Вильмош Диосеги говорил по-русски довольно бегло. Кстати, это обстоятельство очень помогло ему собрать в «Тофаларии» интересный материал по сибирскому шаманству.
Проводив Диосеги, мы в тот же день, но только уже поздно вечером, на теплоходе тронулись вниз по Енисею и через четыре дня были в самом большом кетском поселении на реке Елогуй — в Келлоге, а где-то через месяц еще севернее — в Сургутихе.
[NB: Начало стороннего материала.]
def test_a_user_upsized_conductor_also_upsizes_the_egc():
    # same arithmetic as above, with the 1/0 fixed by the user (NEC 250.122(B))
    r = evaluate(spec(circuit=C480_3, amps=100, size="1/0", terminal_temp=75))
    assert r.egc_size == "4 AWG" and r.ok


def test_egc_is_never_larger_than_the_phase_conductors():
    # NEC 250.122(A): 12 AWG on a 25 A device would need a 10 AWG EGC by Table 250.122; the EGC
    # need not be larger than the circuit conductors. (The 25 A device fails 240.4(D) anyway.)
    r = evaluate(spec(amps=24, size="12", terminal_temp=90))
    assert r.egc_size == "12 AWG"


def test_parallel_sets_share_the_load_and_must_be_1_0_or_larger():
    # NEC 310.10(G)(1): parallel conductors 1/0 AWG and larger. 600 A: 240.6(A) 600 A device;
    # 75 C: 2 sets x 350 kcmil 310 A = 620 A >= 600 A (Table 310.16); 300 kcmil 2 x 285 = 570 A
    r = evaluate(spec(circuit=C480_3, amps=600, sets=2))
    assert r.size == "350 kcmil" and r.ampacity_a == pytest.approx(620.0)
    # NEC 250.122(F): a full-size EGC per raceway: 600 A -> 1 AWG Cu (Table 250.122)
    assert r.egc_size == "1 AWG"
    small = evaluate(spec(amps=100, sets=2, size="2 AWG"))
    assert any("310.10(G)" in p for p in small.problems)


def test_a_run_no_single_size_can_carry_says_so_and_suggests_parallel_sets():
    # Table 310.16: the largest copper, 2000 kcmil at 75 C, is 665 A < 1500 A
    r = evaluate(spec(circuit=C480_3, amps=1500, length_ft=100))
    assert not r.ok
    assert "no single Cu size" in r.problems[0] and "in parallel would" in r.problems[0]


def test_conduit_fill_for_a_four_wire_feeder_with_egc():
    # 208Y/120 V 3-phase 4-wire, 80 A on 75 C terminals: 4 AWG (85 A, Table 310.16);
    # Table 250.122: 80 A -> 8 AWG EGC. NEC Ch. 9 Table 5 THHN: 4 AWG 0.0824 in2, 8 AWG 0.0366;
    # 4 x 0.0824 + 0.0366 = 0.3662 in2. Table 1: over two conductors 40 %. Table 4 EMT:
    # 1 in 0.864 x 40 % = 0.3456 < 0.3662; 1-1/4 in 1.496 x 40 % = 0.5984 -> 1-1/4, 24.5 % full.
    r = evaluate(spec(circuit=resolve_circuit("208Y/120V 3ph 4w", "3PN"), amps=80,
                      terminal_temp=75, raceway="EMT"))
    assert (r.size, r.egc_size, r.neutral_size) == ("4 AWG", "8 AWG", "4 AWG")
    assert r.conductors == {"hot": 3, "neutral": 1, "egc": 1}
    assert r.raceway_size == "1-1/4"
    assert r.raceway_fill_pct == pytest.approx(100 * 0.3662 / 1.496, rel=1e-6)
Мы уже несколько дней в Сургутихе, уже все кетское население — наши друзья и помощники. Самый интересный наш собеседник — баба Вера Дорожкина, самая старая женщина из всех кетских женщин. Ей тогда было что-то около восьмидесяти лет, но память была поразительная, ум ясный, мысль четкая. Вот только обращение к нам, может быть, было чересчур своеобразным. Нам тогда было обоим вместе меньше лет, чем одной бабе Вере.
— Ну-ка, девка, покажь мне ту книжицу, что намедни сувала мне в глаза, — сказала как-то утром баба Вера, когда мы в очередной раз пришли в ее чум.